With so many weaknesses, the Brazilian Empire was born trying to hide structural problems. The situation is best summed up by the character Tancredi in Giuseppe di Lampedusa’s novel The Leopard: ‘If we want everything to stay the same, everything must change.’ Slavery remained untouched, as did the monoculture of sugarcane and the vast estates owned by the elite. Above all, nothing had been done to reconcile internal political differences or to deal with the fundamental question of the distribution of power between the national authority in Rio de Janeiro and the regions.
DOMESTIC CRISIS: AN EMPIRE DIVIDED
The country still remained politically divided. Although the final form of Brazilian independence represented a victory for the conservative Coimbra group led by José Bonifácio and his brothers, divisions immediately became apparent. There was no agreement, for example, about the basic structures on which the new state should be built. During the first two years – between 1822 a
nd 1824 – this debate was centred around Brazil’s first constitution. The process for the election of the deputies was set in motion and the Constituent Assembly first met in May 1823.
At the Constituent Assembly, groups with very different positions confronted each other. The ‘moderate liberals’ wanted to limit reforms granting greater political and civil freedoms: to consolidate the achievements of independence without compromising the existing social order and status quo.
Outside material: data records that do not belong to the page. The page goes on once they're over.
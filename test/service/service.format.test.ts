/**
 * The presentation model: numbers, charges and formulas written one way (service/format.ts), the table
 * columns defined once and rendered to Markdown, HTML and text (service/columns.ts), and quick fixes in the
 * notation the user typed.
 */
import { load } from 'cheerio';
import { describe, expect, it } from 'vitest';
import { analyseFormula } from '../../server/src/chem/analyse';
import { analyseDocument } from '../../server/src/service/document';
import { codeActions } from '../../server/src/service/actions';
import { batchColumns, countedRows, formulaColumns, htmlTable, ION_COLUMNS, markdownTable, textTable } from '../../server/src/service/columns';
import { chargeNumber, energy, fixed, formulaText, massText, MINUS, percent, perLitreText, sig, signed } from '../../server/src/service/format';
import { DEFAULT_SETTINGS } from '../../server/src/service/settings';
import { batchTable, batchText } from '../../server/src/service/tables';

const applyEdits = (
  text: string,
  edits: Array<{ range: { start: { line: number; character: number }; end: { line: number; character: number } }; newText: string }>,
) => {
  const lines = text.split('\n');
  const off = (p: { line: number; character: number }) => lines.slice(0, p.line).reduce((s, l) => s + l.length + 1, 0) + p.character;
  let out = text;
  for (const e of [...edits].reverse()) out = out.slice(0, off(e.range.start)) + e.newText + out.slice(off(e.range.end));
  return out;
};

describe('numbers, charges and formulas', () => {
  it('one minus sign (U+2212) in every written-out number and charge', () => {
    expect(MINUS).toBe('\u2212');
    expect(signed(-2)).toBe('−2');
    expect(signed(8 / 3)).toBe('+2.667');
    expect(signed(0)).toBe('0');
    expect(chargeNumber(-1)).toBe('−1');
    expect(sig(-0.5)).toBe('−0.5');
    expect(sig(1.2346e-5)).toBe('1.235×10⁻⁵');
    expect(sig(2.5e7)).toBe('2.500×10⁷');
  });

  it('significant figures, settings decimals and thousands (narrow no-break space from 10 000)', () => {
    // 0.1000 M NaCl in 500 mL: 0.05 × 58.44 = 2.922 g (common textbook example)
    expect(sig(0.05 * 58.44)).toBe('2.922');
    expect(sig(2000)).toBe('2000');
    expect(sig(12500)).toBe('12\u202f500');
    expect(fixed(58.4428, 2)).toBe('58.44');
    expect(fixed(58.4428, 3)).toBe('58.443');
    expect(percent(0.8)).toBe('80.0 %');
    expect(sig(null)).toBe('—');
    expect(massText(240)).toBe('240 g');
    expect(massText(0.002)).toBe('2 mg');
    expect(massText(1.5e-5)).toBe('15 µg');
    expect(perLitreText(53.59)).toBe('53.6 g/L');
    expect(perLitreText(0.00125)).toBe('1.25 mg/L');
    expect(energy(787.4, DEFAULT_SETTINGS)).toBe('787 kJ/mol');
    expect(energy(787.4, { ...DEFAULT_SETTINGS, energyUnit: 'kcal/mol' })).toBe('188 kcal/mol'); // 787.4 / 4.184 = 188.2
  });

  it('formulas in Unicode display, whatever notation they were typed in', () => {
    expect(formulaText('SO4^2-')).toBe('SO₄²⁻');
    expect(formulaText('CuSO4*5H2O')).toBe('CuSO₄·5H₂O');
    expect(formulaText('Ca(NO3)2')).toBe('Ca(NO₃)₂');
  });
});

describe('the columns, rendered three ways from one definition', () => {
  const doc = analyseDocument('```batch\nname: Rinse K-1\nvolume: 500 mL\nNaCl 0.1000 M\nK2SO4 1 g\n```\n', 'markdown');
  const b = doc.batches[0].analysis;
  const cols = batchColumns(b, DEFAULT_SETTINGS);

  it('the same headers and cells in Markdown, HTML and text', () => {
    const md = markdownTable(cols, countedRows(b));
    const $ = load(htmlTable(cols, countedRows(b)).value);
    const text = textTable(cols, countedRows(b));
    const heads = cols.map((c) => c.head);
    expect(md.split('\n')[0]).toBe(`| ${heads.join(' | ')} |`);
    expect(
      $('thead th')
        .map((_, e) => $(e).text())
        .get(),
    ).toEqual(heads);
    expect(text.split('\n')[0].split(/\s{2,}/)).toEqual(heads);
    // 0.05 mol NaCl: 2.922 g
    expect(md).toContain('| NaCl | 0.1000 M | 58.44 | 2.922 |');
    expect($('tbody tr').first().find('td').eq(3).text()).toBe('2.922');
    expect(text.split('\n')[2]).toMatch(/^NaCl\s+0\.1000 M\s+58\.44\s+2\.922\s/);
  });

  it('numbers right-aligned in all three', () => {
    const md = markdownTable(cols, countedRows(b));
    expect(md.split('\n')[1]).toBe('|---|---|---:|---:|---:|---:|---:|');
    const $ = load(htmlTable(cols, countedRows(b)).value);
    expect($('tbody tr').first().find('td').eq(2).hasClass('iw-n')).toBe(true);
    const [head, , row] = textTable(cols, countedRows(b)).split('\n');
    // The right edge of the molar mass column is where its header ends.
    expect(row.indexOf('58.44') + '58.44'.length).toBe(head.indexOf('Molar mass (g/mol)') + 'Molar mass (g/mol)'.length);
  });

  it('the ion table writes charges with the true minus sign in Markdown too', () => {
    const md = markdownTable(ION_COLUMNS, b.ions);
    expect(md).toContain('| Cl⁻ | −1 |');
    expect(md).not.toMatch(/\| -1 \|/);
    expect(batchTable(b)).toContain('| SO₄²⁻ | −2 |');
  });

  it('the plain-text batch shows every line, the ions and the ionic strength', () => {
    const incomplete = analyseDocument('```batch\nvolume: 1 L\nNaCl 1 g\nKCl 3 furlongs\n```\n', 'markdown').batches[0].analysis;
    const t = batchText(incomplete);
    expect(t.split('\n')[0]).toBe('Batch, final volume 1 L — INCOMPLETE: 1 line not counted');
    expect(t).toContain('not counted: KCl 3 furlongs');
    expect(t).toMatch(/Na⁺\s+\+1/);
  });

  it('the formula table: the same columns in the inserted Markdown and the report', () => {
    const a = analyseFormula('NaCl');
    const md = markdownTable(formulaColumns(DEFAULT_SETTINGS), [a]);
    expect(md.split('\n')[0]).toBe(
      '| Formula | Molar mass (g/mol) | Bond type | ΔEN (pair) | Ionic character | Lattice energy | Oxidation states | Charge balance |',
    );
    expect(md).toContain('| NaCl | 58.44 | ionic |');
    expect(md).toContain('Na +1, Cl −1');
  });
});

describe('quick fixes in the notation typed', () => {
  const fix = (text: string, formula: string) => {
    const doc = analyseDocument(text, 'markdown');
    const at = text.indexOf(formula);
    return codeActions(doc, at, at, ['quickfix'])[0];
  };

  it('ASCII typed, ASCII written: CaNO3 → Ca(NO3)2; the title in Unicode', () => {
    const text = 'Whiteboard: `CaNO3`\n';
    const a = fix(text, 'CaNO3');
    expect(a.title).toBe('Replace with Ca(NO₃)₂');
    expect(applyEdits(text, a.edits)).toBe('Whiteboard: `Ca(NO3)2`\n');
  });

  it('Unicode typed, Unicode written: CaNO₃ → Ca(NO₃)₂', () => {
    const text = 'Whiteboard: `CaNO₃`\n';
    const a = fix(text, 'CaNO₃');
    expect(a.title).toBe('Replace with Ca(NO₃)₂');
    expect(applyEdits(text, a.edits)).toBe('Whiteboard: `Ca(NO₃)₂`\n');
  });

  it('an ion with the wrong charge: superscripts stay superscripts, carets stay carets', () => {
    // Sulfate is SO₄²⁻ (IUPAC Red Book 2005).
    const uni = 'Rinse: `SO₄³⁻`\n';
    expect(applyEdits(uni, fix(uni, 'SO₄³⁻').edits)).toBe('Rinse: `SO₄²⁻`\n');
    const caret = 'Rinse: `SO4^3-`\n';
    expect(applyEdits(caret, fix(caret, 'SO4^3-').edits)).toBe('Rinse: `SO4^2-`\n');
  });

  it('an equation is balanced in the arrow and formulas typed; the title and message in Unicode', () => {
    const text = 'Line: `H2 + O2 -> H2O`\n';
    const a = fix(text, 'H2 + O2');
    expect(a.title).toBe('Balance the equation: 2 H₂ + O₂ → 2 H₂O');
    expect(applyEdits(text, a.edits)).toBe('Line: `2 H2 + O2 -> 2 H2O`\n');
    expect(a.fixes?.diagnostic.message).toContain('Balanced: 2 H₂ + O₂ → 2 H₂O');
    const eq = 'Line: `Fe^3+ + Cu <=> Fe^2+ + Cu^2+`\n';
    expect(fix(eq, 'Fe^3+').title).toBe('Balance the equation: 2 Fe³⁺ + Cu ⇌ 2 Fe²⁺ + Cu²⁺');
  });
});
This group was composed of rural landowners and merchants from Minas Gerais who had ties to the court and were associated with politicians and military officers of the bourgeoisie.21 They mainly wanted political and institutional reforms aimed at limiting the powers of the emperor. They defended the constitutional monarchy, subject to a division of powers, with greater authority for the Chamber of Deputies and an independent judiciary. They had no interest in democracy, nor in general enfranchisement.
The ‘exalted liberals’ wanted more far-reaching reforms, including social and political changes. Although there were divisions within the group, broadly speaking, members wanted a federal system, the separation of Church and State, incentives for Brazilian industry, universal suffrage, the gradual emancipation of the slaves and, in some cases, the establishment of a democratic republic.22 They were behind various alternative political projects, generally advocating greater citizens’ rights and the reduction of social inequalities.
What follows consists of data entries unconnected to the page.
/**
 * Expand paths into notes files; folders recursively (hidden folders and node_modules skipped), in
 * sorted order. Each file and folder is read once, by its real path, so links cannot make a loop or a
 * file be checked twice. Symbolic links inside a folder are followed only to places inside the folder
 * named on the command line (a path named there is itself followed); links are taken after the files
 * reached without them, so a file reachable both ways is reported under its own path. Links not
 * followed go to `report.links`, files and folders that could not be read to `report.problems`.
 */
export function collectFiles(paths: string[], io: CliIO, report: InputReport): string[] {
  const files: string[] = [];
  const seenFiles = new Set<string>();
  const seenDirs = new Set<string>();
  const info = (p: string): PathInfo => {
    if (io.inspect) return io.inspect(p);
    const kind = io.isDirectory(p) ? 'dir' : 'file';
    return { kind, target: kind, real: resolve(io.cwd, p) };
  };
  const keyOf = (p: string, i: PathInfo) => i.real ?? resolve(io.cwd, p);

  for (const top of paths) {
    let t: PathInfo;
    try {
      t = info(top);
    } catch (e) {
      const code = (e as NodeJS.ErrnoException).code;
      throw new UsageError(code === 'ENOENT' || code === undefined ? `${top}: no such file or folder` : `${top}: cannot be read: ${reasonOf(e)}`);
    }
    if (t.target === 'missing') throw new UsageError(`${top}: a symbolic link that leads nowhere`);
    if (t.target !== 'dir') {
      if (!languageOf(top)) throw new UsageError(`${top}: not a Markdown (.md, .markdown) or notes (.fnote) file`);
      const key = keyOf(top, t);
      if (!seenFiles.has(key)) {
        seenFiles.add(key);
        files.push(top);
      }
      continue;
    }

    const root = keyOf(top, t);
    const mine: string[] = [];
    const links: Array<{ path: string; name: string; info: PathInfo }> = [];
    /** Read a folder's entries; false when it was read before. */
    const visitDir = (dir: string, di: PathInfo, isTop: boolean): boolean => {
      const key = keyOf(dir, di);
      if (seenDirs.has(key) || (di.id !== undefined && seenDirs.has(di.id))) return false;
      seenDirs.add(key);
      if (di.id !== undefined) seenDirs.add(di.id);
      let names: string[];
      try {
        names = io.readDir(dir).sort();
      } catch (e) {
        if (isTop) throw new UsageError(`${dir}: folder cannot be read: ${reasonOf(e)}`);
        report.problems.push({ path: dir, message: `folder cannot be read: ${reasonOf(e)}` });
        return true;
      }
      for (const n of names) {
        if (n.startsWith('.') || n === 'node_modules') continue;
        const child = join(dir, n);
        let ci: PathInfo;
        try {
          ci = info(child);
        } catch (e) {
          report.problems.push({ path: child, message: `cannot be read: ${reasonOf(e)}` });
          continue;
        }
        if (ci.kind === 'link') links.push({ path: child, name: n, info: ci });
        else if (ci.kind === 'dir') visitDir(child, ci, false);
        else if (languageOf(n)) addFile(child, ci);
      }
      return true;
    };
    const addFile = (p: string, fi: PathInfo): boolean => {
      const key = keyOf(p, fi);
      if (seenFiles.has(key)) return false;
      seenFiles.add(key);
      mine.push(p);
      return true;
    };

    visitDir(top, t, true);
    // Links last (the ones found by following a link are appended as they are found).
    for (let i = 0; i < links.length; i++) {
      const { path, name, info: li } = links[i];
      if (li.target === 'missing') {
        if (languageOf(name)) report.problems.push({ path, message: 'cannot be read: a symbolic link that leads nowhere' });
        else report.links.push({ path, why: 'broken', tree: top });
        continue;
      }
      if (li.target !== 'dir' && !languageOf(name)) continue; // not a note: never read, link or not
      if (!isInside(keyOf(path, li), root)) {
        report.links.push({ path, why: 'outside', tree: top });
        continue;
      }
      const followed = li.target === 'dir' ? visitDir(path, li, false) : addFile(path, li);
      if (!followed) report.links.push({ path, why: 'again', tree: top });
    }
    files.push(...mine.sort(walkOrder));
  }
  return files;
}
Both groups, however – the moderate and the exalted liberals – were united against the ‘Portuguese party’ made up of Portuguese and a few Brazilians who supported an absolute monarchy and wanted absolute powers for Dom Pedro I. The ‘moderate’ and ‘exalted’ liberals together formed the Brazilian party because both groups wanted the monarch to be answerable to the parliament. There was one more group, the ‘Bonifácios’, led by José Bonifácio, whose followers defended a strong, centralized constitutional monarchy and the gradual abolition of slavery.